第150話 1か100でしか加減できない
俺はエリザヴェートを従業員の休憩室に通すことにした。王国の王位継承者の「お願い」とやらを共用スペースで話す気には到底なれない。人払いを徹底するしかあるまい。
「ナターシャ、しばらく休憩室に誰も近づけないでくれ。従業員もだ」
「了解しました。お任せください!」
「それとフロントスタッフのコントロールをしばらく任せる」
「はいっ!」
「あと、申し訳ないんだが……クラリッサの相手を少しの間、頼んでいいか?」
「あははっ。わっかりましたー!」
これでいい。
「アイは俺と来い」
「承知しました、ユーマ様」
フロントの裏にある事務所の更に奥にある、さして広くもない休憩室。
あるのはスチール棚と簡素なテーブルと椅子。
テーブルのこちら側に俺とアイ、あちら側にエリザヴェートとノヴァ。
ノヴァはあちら側、だな。そりゃそうだ。王国所属の勇者殿なのだから。
「さて、お話をお伺いしましょうか、エリザヴェート様」
「どうかエリザと呼んでくださいませ。親しい方々はそのように呼びますので」
「はは、親しくなった折にはそのようにさせていただきます。それで?」
俺が促すと、エリザヴェートは真摯な眼差しで俺にこういった。
「ユーマ様、どうか我が王国に御助力をいただけませんでしょうか」
依頼内容がざっくりしすぎだ。
助力とだけ言われてもなあ。
ちっともわからんぞ、と口に出すわけにもいかない俺は、赤の勇者殿に困惑の視線を投げてやる。ノヴァはすまなそうに目を伏せた。

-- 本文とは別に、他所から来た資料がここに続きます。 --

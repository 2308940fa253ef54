"""Planning a study: blind, randomised run sheets, a data-entry file and the key.

``reportgen plan STUDY.yaml --items items.csv`` turns an item list (``item,reference`` and an
optional ``borderline`` column) into everything a study needs before the first rating:

* one **run sheet** per rater and trial (CSV, HTML and PDF): every item appears under a coded
  label, in an order of its own; the sheet shows the rater, the trial, the planned date, the
  categories with blank answer boxes and short instructions — never an item id or a reference;
* a **data-entry file** (``ratings-entry.csv``) in the ratings format ``item,rater,trial,rating``
  whose ``item`` column holds the coded labels, ready to be filled in;
* the **key** (``key/key.csv``, header ``label,item,trial``), which maps the labels back to the
  items and trials; it sits in its own folder with a warning file, because it must not reach
  the raters; the ratings loader decodes the filled-in file with it (study option ``key:``);
* a **plan summary** (``plan.json`` and ``plan.txt``): seed, planned dates, the gap between
  trials, design figures and how order and blinding were done.

Everything is drawn from one seeded generator (study ``plan: {seed: …}`` or ``--seed``), so the
same inputs give the same plan.  Every rater/trial order differs from every other, and no label
is used twice (labels are unique across all trials).  The plan folder is written to a temporary
sibling and renamed into place; an existing plan is never overwritten.

Only numpy and the standard library are imported at module level; Jinja2 and WeasyPrint are
imported inside the functions that need them.
"""

from __future__ import annotations

import csv
import datetime as dt
import io
import json
import math
import os
import shutil
import tempfile
from collections.abc import Callable, Sequence
from dataclasses import dataclass, field
from pathlib import Path
from typing import Any

import numpy as np

from .errors import ExistsError, InputError, ProblemCollector
from .model import Study

PLAN_SCHEMA = "reportgen-plan/1"
#: keys the study's ``plan:`` mapping may hold
PLAN_KEYS = ("seed", "gap_days", "start")
#: gap between trials when the study does not set one (common practice, no source: long
#: enough that raters no longer remember their earlier calls)
DEFAULT_GAP_DAYS = 7
#: letters and digits used in labels: no 0/O, 1/I/L, 2/Z, 5/S, 8/B look-alikes
LABEL_LETTERS = "ACDEFHJKMNPRTUVWXY"
LABEL_DIGITS = "34679"
KEY_WARNING_NAME = "KEEP-FROM-RATERS.txt"
KEY_WARNING = """\
THIS FOLDER HOLDS THE KEY OF THE STUDY PLAN. DO NOT GIVE IT TO THE RATERS.

key.csv maps every coded label on the run sheets back to the item and the trial it stands
for. A rater who sees it knows which item is which, and the study is no longer blind.
Keep it with the person who runs the study. After the ratings are entered, point the study
definition at it (key: <path to key.csv>) so that reportgen can decode the labels.
"""

_TRUE = {"yes", "y", "true", "1", "x"}
_FALSE = {"no", "n", "false", "0", ""}


# --------------------------------------------------------------------------- data


@dataclass(frozen=True)
class PlanItem:
    """One item of the item list, with its line in the file."""

    item: str
    reference: str | None  # category code; None: not given (studies without a reference)
    borderline: bool | None  # None: the list has no borderline column
    line: int
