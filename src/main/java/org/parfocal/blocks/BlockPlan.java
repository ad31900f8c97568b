package org.parfocal.blocks;

import java.io.Serializable;
import java.util.ArrayList;
import java.util.Arrays;
import java.util.LinkedHashMap;
import java.util.List;
import java.util.Map;

import org.parfocal.core.MemoryBudget;
import org.parfocal.core.Volume;
import org.parfocal.deconv.Deconvolution;
import org.parfocal.deconv.DeconvolutionOptions;
import org.parfocal.deconv.EdgeMode;
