package org.parfocal.beads;

import java.util.ArrayList;
import java.util.Collections;
import java.util.EnumMap;
import java.util.HashMap;
import java.util.List;
import java.util.Locale;
import java.util.Map;

import org.parfocal.core.MemoryBudget;
import org.parfocal.core.Monitor;
import org.parfocal.core.Parallel;
import org.parfocal.core.RobustStats;
import org.parfocal.core.Smoothing;
import org.parfocal.core.Volume;
import org.parfocal.core.VoxelSize;
import org.parfocal.psf.Fwhm;
import org.parfocal.psf.Optics;
import org.parfocal.psf.PsfGrid;
import org.parfocal.psf.PsfModels;
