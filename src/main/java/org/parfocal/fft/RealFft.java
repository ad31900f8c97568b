package org.parfocal.fft;

import java.util.Arrays;

import net.imglib2.parallel.Parallelization;
import net.imglib2.parallel.TaskExecutor;

import org.jtransforms.fft.FloatFFT_1D;
import org.parfocal.core.Parallel;
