class RunDir:
    """A run directory and its status record."""

    def __init__(self, path: str | Path):
        self.path = Path(path)

    # -- layout ------------------------------------------------------------
    @property
    def config_path(self) -> Path:
        return self.path / "config.yaml"

    @property
    def status_path(self) -> Path:
        return self.path / "status.json"

    @property
    def metrics_path(self) -> Path:
        return self.path / "metrics.json"

    def model_path(self, name: str) -> Path:
        return self.path / "models" / f"{name}.pt"

    def checkpoint_dir(self, name: str) -> Path:
        return self.path / "checkpoints" / name

    @property
    def tb_dir(self) -> Path:
        return self.path / "tb"

    @property
    def export_dir(self) -> Path:
        return self.path / "export"

    @property
    def lock_path(self) -> Path:
        return self.path / LOCK_FILE

    @property
    def provenance_path(self) -> Path:
        return self.path / PROVENANCE_FILE

    def is_run(self) -> bool:
        """Whether the directory holds a mnemode run: its status record, or a config beside its provenance.

        (A start writes ``provenance.json``, then ``config.yaml``, then ``status.json``;
        a user's own ``config.yaml`` alone does not make a folder a run.)
        """
        return self.status_path.exists() or (self.config_path.exists() and self.provenance_path.exists())

    # -- protection ------------------------------------------------------------
    def check_claimable(self) -> None:
        """Refuse to start a new run in an existing folder that holds anything but a failed attempt.

        Raises:
            CheckpointError: the path is a file, a folder with other content that
                is not a mnemode run, or a run (finished, running or fitted).
        """
        if not self.path.exists():
            return
        if not self.path.is_dir():
            raise CheckpointError(str(self.path), "exists and is a file, not a folder",
                                  "choose another run directory (hydra.run.dir=... or name=...).")
        if self.is_run():
            if self._failed_before_fit():
                return
            raise CheckpointError(
                str(self.path), "already holds a run; mnemode never writes over an existing run",
                f"choose another name (name=...) or another directory, or continue it with "
                f"`mnemode resume {self.path}`.")
        try:
            others = sorted(p.name for p in self.path.iterdir() if p.name not in _HARMLESS)
        except OSError as exc:
            raise CheckpointError(str(self.path), f"cannot be listed ({exc.strerror})",
                                  "choose a folder you can read and write.") from None
        if others:
            shown = ", ".join(others[:5]) + (", ..." if len(others) > 5 else "")
            raise CheckpointError(str(self.path), f"is an existing folder that is not a mnemode run and is not "
                                  f"empty (it holds {shown}); mnemode writes runs only into new or empty folders",
                                  "choose a new folder (hydra.run.dir=... or name=...), or empty this one.")

    def _failed_before_fit(self) -> bool:
        """Whether the run failed before any model was fitted or checkpointed (nothing of value to keep)."""
        status = self.status()
        if status.get("state") != "failed":
            return False
        if any(str(k).startswith("fit:") for k in status.get("stages", {})):
            return False
        for sub in ("models", "checkpoints", "export"):
            d = self.path / sub
            if d.exists() and any(p.is_file() for p in d.rglob("*")):
                return False
        return True

    def holder(self) -> dict:
        """What ``.mnemode.lock`` says about its (last) holder: pid, command, started, host."""
        for _ in range(20):  # a new holder writes its record right after taking the lock
            try:
                text = self.lock_path.read_text()
            except OSError:
                return {}
            if text.strip():
                try:
                    return json.loads(text)
                except json.JSONDecodeError:
                    pass
            time.sleep(0.01)
        return {}

    def acquire(self, command: str) -> None:
        """Take the run directory's writer lock (re-entrant within this process).

        Raises:
            RunLocked: another live process holds it (named by PID and start time).
            CheckpointError: the lock file cannot be created (read-only folder).
        """
        key = str(self.path.resolve())
        if key in _HELD:
            _HELD[key][1] += 1
            return
        try:
            import fcntl
        except ImportError:  # no flock on this platform: run unprotected rather than not at all
            log.warning("run directory locks need fcntl (POSIX); %s is not locked", self.path)
            _HELD[key] = [None, 1]
            return
        try:
            fd = os.open(self.lock_path, os.O_RDWR | os.O_CREAT, new_file_mode())
        except OSError as exc:
            raise CheckpointError(str(self.path), f"cannot be written ({exc.strerror})",
                                  "choose a folder you can write to, or fix its permissions.") from None
        try:
            fcntl.flock(fd, fcntl.LOCK_EX | fcntl.LOCK_NB)
        except OSError:
            os.close(fd)
            h = self.holder()
            who = (f"PID {h.get('pid', '?')} on {h.get('host', '?')}, `mnemode {h.get('command', '?')}`, "
                   f"started {h.get('started', '?')}") if h else "a process that has not yet recorded itself"
            raise RunLocked(str(self.path), f"is being written by another mnemode process ({who}); "
                            "one writer per run directory",
                            "wait for it to finish or stop it, then try again; a lock left by a process "
                            "that died is taken over automatically.") from None
        previous = self.holder()
        if previous.get("pid") not in (None, os.getpid()):
            log.warning("%s: took over the lock left by PID %s (`mnemode %s`, started %s), which is no longer "
                        "running", self.path, previous.get("pid"), previous.get("command"), previous.get("started"))
        record = json.dumps({"pid": os.getpid(), "host": socket.gethostname(), "command": command,
                             "started": _now()}) + "\n"
        os.ftruncate(fd, 0)
        os.pwrite(fd, record.encode(), 0)
        _HELD[key] = [fd, 1]

    def release(self) -> None:
        """Release one level of this process's lock; the last release clears the holder record."""
        key = str(self.path.resolve())
        held = _HELD.get(key)
        if held is None:
            return
        held[1] -= 1
        if held[1] > 0:
            return
        del _HELD[key]
        fd = held[0]
        if fd is None:
            return
        try:
            os.ftruncate(fd, 0)  # never unlink: another process may already be waiting on this inode
        except OSError:
            pass
        os.close(fd)  # closing the descriptor drops the flock

    @contextmanager
    def lock(self, command: str):
        """Hold the writer lock for the duration of a ``with`` block."""
        self.acquire(command)
        try:
            yield self
        finally:
            self.release()

    # -- life cycle --------------------------------------------------------
    def start(self, cfg: DictConfig, *, resume: bool, command: str | None = None) -> None:
        """Claim the directory for a new run, or reopen it for an explicit resume; takes the writer lock.

        The lock is held until :meth:`finish`.

        Raises:
            CheckpointError: the directory already holds a run and ``resume`` is
                false (nothing is overwritten), is a non-empty folder that is not
                a run, cannot be written, or ``resume`` is true but there is no
                run to resume.
            RunLocked: another process is writing into the directory.
        """
        if resume and not (self.config_path.exists() and self.is_run()):
            raise CheckpointError(str(self.path), "has no mnemode run (config.yaml and status.json) to resume",
                                  "check the path; resume takes the directory a run printed when it started.")
        if not resume:
            self.check_claimable()
        try:
            self.path.mkdir(parents=True, exist_ok=True)
        except OSError as exc:
            raise CheckpointError(str(self.path), f"cannot be created ({exc.strerror})",
                                  "choose a folder you can write to (hydra.run.dir=... or MNEMODE_RUNS=...).") from None
        self.acquire(command or ("resume" if resume else "run"))
        try:
            if not resume:
                self.check_claimable()  # again under the lock: another process may have started meanwhile
                for name in _RECLAIMABLE:  # a failed attempt's files; a fresh folder has none
                    (self.path / name).unlink(missing_ok=True)
                from .config_safety import user_targets

                tree = OmegaConf.to_container(cfg, resolve=True)
                write_json(self.provenance_path, {"format": "mnemode.provenance", "version": 1,
                                                  "created": _now(), "user_targets": user_targets(tree)})
                write_text(self.config_path, OmegaConf.to_yaml(cfg, resolve=True))
                self._write_status({"state": "running", "stages": {}, "started": _now(), "updated": _now(),
                                    "history": [{"when": _now(), "event": "created"}]})
            else:
                status = self.status()
                status.update(state="running", updated=_now())
                status.setdefault("resumed", []).append(_now())
                self._write_status(status)
        except OSError as exc:
            self.release()
            raise CheckpointError(str(self.path), f"cannot be written ({exc.strerror})",
                                  "choose a folder you can write to, or fix its permissions.") from None
        except BaseException:
            self.release()
            raise

    def provenance(self) -> dict:
        """What ``provenance.json`` recorded at creation (empty for runs made before it existed)."""
        try:
            data = json.loads(self.provenance_path.read_text())
        except (OSError, json.JSONDecodeError):
            return {}
        return data if isinstance(data, dict) else {}

    def load_config(self) -> DictConfig:
        """The resolved config the run was started with, checked to be safe to instantiate.

        Raises:
            CheckpointError: there is no config.yaml.
            ConfigError: it cannot be read, or names a target mnemode will not
                instantiate from a file (see :mod:`mnemode.config_safety`).
        """
        import yaml

        from .config_safety import check_stored_config

        if not self.config_path.exists() or not self.is_run():
            raise CheckpointError(str(self.path), "has no mnemode run (config.yaml beside status.json); it is not "
                                  "a mnemode run directory", "pass the directory a `mnemode fit` or `mnemode run` "
                                  "printed.")
        try:
            text = self.config_path.read_text(encoding="utf-8")
            tree = yaml.load(text, Loader=_yaml_loader())  # a SafeLoader: builds plain data only
        except Exception as exc:  # yaml and decoding errors of several kinds
            raise ConfigError(str(self.config_path), f"cannot be read ({type(exc).__name__}: "
                              f"{str(exc).splitlines()[0][:200] if str(exc) else ''})",
                              "restore the file; it is written by mnemode and should not be edited.") from None
        allowed = self.provenance().get("user_targets") or []
        check_stored_config(tree, self.config_path, [t for t in allowed if isinstance(t, str)])
        missing = [k for k in _REQUIRED_KEYS if k not in tree]
        if missing:
            raise ConfigError(str(self.config_path), f"lacks the settings {missing}",
                              "restore the file; it is written by mnemode and should not be edited.")
        try:
            return OmegaConf.create(tree)
        except Exception as exc:
            raise ConfigError(str(self.config_path), f"cannot be read ({exc})",
                              "restore the file; it is written by mnemode and should not be edited.") from None

    def record(self, event: str, **details) -> None:
        """Append an event (a resume and its overrides, ...) to ``status.json``'s history."""
        status = self.status()
        status.setdefault("history", []).append({"when": _now(), "event": event, **details})
        status["updated"] = _now()
        self._write_status(status)

    def status(self) -> dict:
        if not self.status_path.exists():
            return {"state": "unknown", "stages": {}}
        try:
            return json.loads(self.status_path.read_text())
        except json.JSONDecodeError:
            return {"state": "unknown", "stages": {}}

    def stage_done(self, stage: str) -> bool:
        return self.status().get("stages", {}).get(stage) == "finished"

    def mark(self, stage: str, state: str = "finished", **extra) -> None:
        status = self.status()
        status.setdefault("stages", {})[stage] = state
        status["updated"] = _now()
        status.update(extra)
        self._write_status(status)

    def finish(self, state: str = "finished", error: str | None = None) -> None:
        """Record the run's end state and release the writer lock taken by :meth:`start`."""
        try:
            status = self.status()
            status.update(state=state, updated=_now())
            if error:
                status["error"] = error
            self._write_status(status)
        finally:
            self.release()

    def _write_status(self, status: dict) -> None:
        write_json(self.status_path, status)

    # -- metrics -----------------------------------------------------------
    def metrics(self) -> dict:
        if not self.metrics_path.exists():
            return {}
        return json.loads(self.metrics_path.read_text())

    def update_metrics(self, **sections) -> dict:
        """Merge top-level sections into ``metrics.json`` (atomically)."""
        m = self.metrics()
        m.update(sections)
        write_json(self.metrics_path, m)
        return m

「エリザ様、慎重なのは宜しいかと存じますが、ユーマ殿は信用に足る御仁です。もう少し具体的にお願い致します」
「申し訳ございません。こういった事には不慣れなもので」
交渉ごとに長けた姫君も中々嫌なので、そこはまあいい。
エリザヴェートは小さく咳ばらいをして言い直した。
「端的に申しますと、王位継承権を巡る争いが起きております」
「……マジでか」
この姫様、1か100でしか加減が効かないのだろうかね……。
そこまで突っ込んだ
どうしたもんかね。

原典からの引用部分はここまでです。